Origine de la diversité génétique et recombinaisons du VIH
La RT est une enzyme peu fidèle car elle est dépourvue de l’activité exonucléasique 3’-5’, qui permet de corriger les erreurs de transcription (Roberts et al. 1988). Ainsi, on estime que l’activité de la RT induit un taux de mutation de 3,4 à 10 × 10⁻⁵ mutations par paire de base (pb) et par cycle de réplication. La taille du génome étant d’environ 10⁴ pb, on estime finalement que le taux de mutations varie entre 0,34 et 1 mutation par génome et par cycle de réplication. Les insertions et les délétions au sein du génome viral sont également fréquentes. De plus, le VIH possède un taux de réplication virale élevé : environ 10⁹ à 10¹º de virus sont produits chaque jour chez une personne infectée non traitée (Geretti. 2006). L’association de ces deux facteurs, erreur de transcription et réplication élevée, génère rapidement de nombreux variants minoritaires, qui sont génétiquement différents tout en restant extrêmement proches. Egalement appelés « quasi-espèces », ils sont à l’origine d’une variabilité génétique intra-individuelle (Hemelaar. 2012). Ainsi, on estime que les séquences nucléotidiques virales peuvent différer jusqu’à 10% au sein d’un même individu. Cette caractéristique enzymatique contribue fortement à la diversité génétique du VIH et à l’émergence des résistances, en présence d’une pression de sélection immunitaire et antirétrovirale. Au cours de la transcription inverse, la RT change aussi fréquemment de matrice. En cas de co-infection, ou plus souvent de superinfection (ré-infection), par au moins deux souches virales génétiquement différentes, il est possible que cela génère des virus recombinants qui sont obtenus après deux cycles de recombinaison successifs (Figure 5). La recombinaison est un processus au cours duquel le virion néoformé possède un matériel génétique issu de l’échange de matériel de deux virus parentaux. Ce mécanisme peut concerner des sous-types ou des groupes différents (M et O par exemple), et même des virus déjà recombinants (Robertson et al. 1995).

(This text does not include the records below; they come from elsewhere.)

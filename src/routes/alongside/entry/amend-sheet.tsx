import type { ReactNode } from 'react';
import { Key } from '#src/components/key.tsx';
import { Notice } from '#src/components/notice.tsx';
import { Sheet } from '#src/components/sheet.tsx';
import { TextBox } from '#src/components/text-box.tsx';

interface AmendSheetProps {
  title: string;
  onClose: () => void;
  why: string;
  onWhy: (why: string) => void;
  /** That no reason was given where one is asked for. */
  whyProblem?: string | undefined;
  whyLabel?: string;
  onConfirm: () => void;
  /** What kept it from being held. */
  failure: string | undefined;
  children: ReactNode;
}

/** A change of an entry: what is to be, and why. */
export function AmendSheet(props: AmendSheetProps) {
  return (
    <Sheet
      isOpen
      onClose={props.onClose}
      title={props.title}
      foot={
        <>
          {props.failure !== undefined && <Notice tone="error">{props.failure}</Notice>}
          <Key kind="main" onClick={props.onConfirm}>
            Change it
          </Key>
        </>
      }
    >
      {props.children}
      <TextBox
        label={props.whyLabel ?? 'Why? (if it needs telling)'}
        rows={1}
        value={props.why}
        onChange={props.onWhy}
        problem={props.whyProblem}
      />
    </Sheet>
  );
}
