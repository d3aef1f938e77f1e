import { useState } from 'react';
import { addDays } from '#shared/sync/day.ts';
import { DayChoice } from '#src/components/day-choice.tsx';
import { useHold, useRead } from '#src/replica/hooks.tsx';
import { AmendSheet } from '#src/routes/alongside/entry/amend-sheet.tsx';
import type { ChangeProps } from '#src/routes/alongside/entry/change-sheets.tsx';
import { whyOf } from '#src/routes/alongside/entry/why-of.ts';
import { dayWords } from '#src/words/day-words.ts';

/** Another day that an entry is about. */
export function DaySheet({ page, onClose }: ChangeProps) {
  const { id, workDate: standing } = page.row;
  const today = useRead(['today'], (view) => view.today);
  const [workDate, setWorkDate] = useState(standing);
  const [why, setWhy] = useState('');
  const hold = useHold();

  function confirm() {
    if (workDate === standing) return onClose();
    hold.mutate(
      { kind: 'entry.amend', data: { entryId: id, set: { workDate }, ...whyOf(why) } },
      { onSuccess: onClose },
    );
  }

  return (
    <AmendSheet
      title="Change the day"
      onClose={onClose}
      why={why}
      onWhy={setWhy}
      onConfirm={confirm}
      failure={hold.error?.message}
    >
      <DayChoice
        label="Which day was it?"
        today={today}
        yesterday={addDays(today, -1)}
        value={workDate}
        onChange={setWorkDate}
        words={(day) => dayWords(day, today)}
      />
    </AmendSheet>
  );
}
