import { Key } from '#src/components/key.tsx';
import { Notice } from '#src/components/notice.tsx';
import { Sheet } from '#src/components/sheet.tsx';
import { TextBox } from '#src/components/text-box.tsx';
import { useHold, useReplica } from '#src/replica/hooks.tsx';
import type { ChangeProps } from '#src/routes/alongside/entry/change-sheets.tsx';
import { tooLongWords } from '#src/words/too-long.ts';
import { useDraft } from '#src/routes/alongside/use-draft.ts';

/** Words added to anybody's entry, which stand beside its own. */
export function AddToSheet({ page, onClose, onDone }: ChangeProps) {
  const entryId = page.row.id;
  const { draft, change, clear } = useDraft(`addTo/${entryId}`, (kept) =>
    typeof kept === 'string' ? kept : '',
  );
  const replica = useReplica();
  const hold = useHold();

  function confirm() {
    const text = draft.trim();
    if (text === '' || tooLongWords(text)) return;
    const data = { entryId, additionId: replica.newId(), text };
    hold.mutate(
      { kind: 'entry.addTo', data },
      {
        onSuccess: (op) => {
          const back = { kind: 'entry.takeBack', data: { entryId, additionIds: [data.additionId] } };
          onDone({ done: op.id, words: 'Added to the entry', undo: [back] });
          void clear().then(onClose);
        },
      },
    );
  }

  return (
    <Sheet
      isOpen
      onClose={onClose}
      title="Add to it"
      foot={
        <>
          {hold.error && <Notice tone="error">{hold.error.message}</Notice>}
          <Key kind="main" onClick={confirm}>
            Add it
          </Key>
        </>
      }
    >
      <TextBox
        label="What else?"
        hint="It stands under your name beside the entry."
        rows={4}
        value={draft}
        onChange={change}
        problem={tooLongWords(draft)}
      />
    </Sheet>
  );
}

Interprétation des mutations de résistance
L’interprétation des tests génotypiques de résistance consiste à utiliser des algorithmes qui permettent de donner un sens clinique en prédisant le succès ou l’échec thérapeutique. Les algorithmes comparent la séquence obtenue à celle d’un virus de référence sensible. L’identification des mutations de résistance est notamment basée sur les critères suivants : (1) les mutations in vitro, qui ont été sélectionnées au cours de mises en cultures répétées en présence d’ARV et dont l’introduction par mutagénèse dirigée dans une souche de référence confirme l’impact phénotypique, (2) les mutations in vivo observées à partir des données cliniques issues des essais thérapeutiques. Il existe trois algorithmes principaux pour interpréter les mutations de résistance d’une séquence du VIH1 en niveau de résistance aux ARV : (1) ANRS, (2) Stanford HIVDB et (3) Rega Institute. Concernant l’interprétation de séquences de VIH-2, l’utilisation de l’algorithme GRADE (Genotypic Resistance-algorithm Deutschland, en anglais) est plus adapté : http://www.hiv-grade.de/cms/grade/homepage/ (consulté le 18/01/2019) (Charpentier et al. 2015). Pour chaque molécule ARV, le résultat obtenu avec l’algorithme ANRS s’exprime en trois « niveaux de résistance » : Résistance (R), résistance Intermédiaire (I) et Sensible (S) ; en fonction des types ou associations de mutations observées. En pratique, l’interprétation d’un test génotypique de résistance est à prendre avec précaution. Il faut d’abord s’assurer que le prélèvement ait bien été réalisé en présence d’un TAR optimal. Sinon, la ré-émergence de la souche sauvage sensible (phénomène de «re-sensibiliation») peut conduire à une interprétation erronée du résultat. En cas d’interruption de TAR, le choix des nouveaux ARV doit donc plutôt se baser sur un test génotypique de résistance réalisé au préalable. En cas de suivi virologique régulier, il est nécessaire de ré-interpréter les anciens tests de résistance avec la version actuelle de l’algorithme utilisé afin de pouvoir les comparer correctement au nouveau test. Compte-tenu de l’archivage des mutations, il est nécessaire d’interpréter les tests de résistance de façon cumulative. Enfin, pour une interprétation complète, le résultat du test de résistance doit être accompagné de l’identification du sous-type viral par analyse phylogénétique de la séquence de la RT.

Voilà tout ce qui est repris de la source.